I have the fastest available speed for my ISP. When the tech came in to do it he basically teamed 2 data lines. According to data I have looked at the maximum download speed is 60Mb/s. Maybe someone who is more familiar with Canadian fibre networks can help out?


----------



## Deleted member 158293 (Aug 22, 2019)

These Intel AX200 cards can be had for cheap, but the few good Wi-Fi 6 (ax) routers so far are anything but cheap.  I'm still waiting for a decently priced AX router also, in the meantime they're great AC cards.


----------



## kapone32 (Aug 22, 2019)

Jetster said:


> You need the router and enough traffic before you see benefits
> 
> "For starters, Wi-Fi 6 routers will be able to pack more information into each signal they send, which means they'll be able to communicate with devices faster and more efficiently. In addition, Wi-Fi 6 access points will be able to divy up each individual signal between multiple recipient devices, servicing all of them with a single transmission like a delivery truck driver with multiple stops on her route"
> 
> That's my understanding



This is partly why I started this thread I have read reviews on Amazon for the AX200 and some people are saying that they saw speed improvements over the 9260 on WIFI 5. I made a sale yesterday so I am planning on getting a PCI_E adapter and a AX200 and see what happens without a WIFI 6 router. They are 2 expensive right now...well the Asus ones anyway.


----------



## EarthDog (Aug 22, 2019)

kapone32 said:


> I have the fastest available speed for my ISP. When the tech came in to do it he basically teamed 2 data lines. According to data I have looked at the maximum download speed is 60Mb/s. Maybe someone who is more familiar with Canadian fibre networks can help out?
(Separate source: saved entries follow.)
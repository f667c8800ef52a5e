"""What one method says of one or several values of the rig."""

from __future__ import annotations

from collections.abc import Sequence
from dataclasses import dataclass

import numpy as np

from shpb.arrays import FloatArray, frozen
from shpb.quantity import Quantity


@dataclass(frozen=True, slots=True, kw_only=True, eq=False)
class Determination:
    """Values with their covariance.

    Attributes
    ----------
    method : str
        In words, as it stands in the calibration file: "mode-1 phase of 4 passages".
    shots : tuple of str
        The shots behind it.
    names : tuple of str
        As in the uncertainty budget: "incident bar: wave speed", "transmitted gauge factor".
    values : float array, shape (values,)
        In SI.
    covariance : float array, shape (values, values)
    remarks : tuple of str
        What the technician should know, each a sentence.
    """

    method: str
    shots: tuple[str, ...]
    names: tuple[str, ...]
    values: FloatArray
    covariance: FloatArray
    remarks: tuple[str, ...] = ()

    def __post_init__(self) -> None:
        size = len(self.names)
        assert self.values.shape == (size,), self.names
        assert self.covariance.shape == (size, size), self.names
        frozen(self.values)
        frozen(self.covariance)

    def quantity(self, name: str) -> Quantity:
        """One value with its standard uncertainty; the origin names method and shots."""
        at = self.names.index(name)
        origin = f"{self.method} ({', '.join(self.shots)})"
        return Quantity(float(self.values[at]), float(np.sqrt(self.covariance[at, at])), origin)

    def correlation(self, first: str, second: str) -> float:
        """Correlation coefficient of two values."""
        at, beside = self.names.index(first), self.names.index(second)
        scale = float(np.sqrt(self.covariance[at, at] * self.covariance[beside, beside]))
        return float(self.covariance[at, beside]) / scale if scale else 0.0


@dataclass(frozen=True, slots=True, kw_only=True)
class CalibrationFinding:
    """Something that does not fit, and what to do about it.

    ``grave`` findings keep the calibration from being put in force without a second look; the others are notes.
    """

    check: str
    measured: str
    limit: str
    action: str
    grave: bool = False

    def __str__(self) -> str:
        return f"{self.check}: {self.measured} (limit {self.limit}). {self.action}"


def remarks_of(determinations: Sequence[Determination]) -> tuple[str, ...]:
    """All remarks, each once, in their order."""
    return tuple(dict.fromkeys(remark for one in determinations for remark in one.remarks))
Let's be clear.......... 60 Mbps or 60 MB/s????

Either way, you aren't saturating 5....


----------



## kapone32 (Aug 22, 2019)

EarthDog said:


> Let's be clear.......... 60 Mbps or 60 MB/s????
> 
> Either way, you aren't saturating 5....



60 MB/s



EarthDog said:


> Let's be clear.......... 60 Mbps or 60 MB/s????
> 
> Either way, you aren't saturating 5....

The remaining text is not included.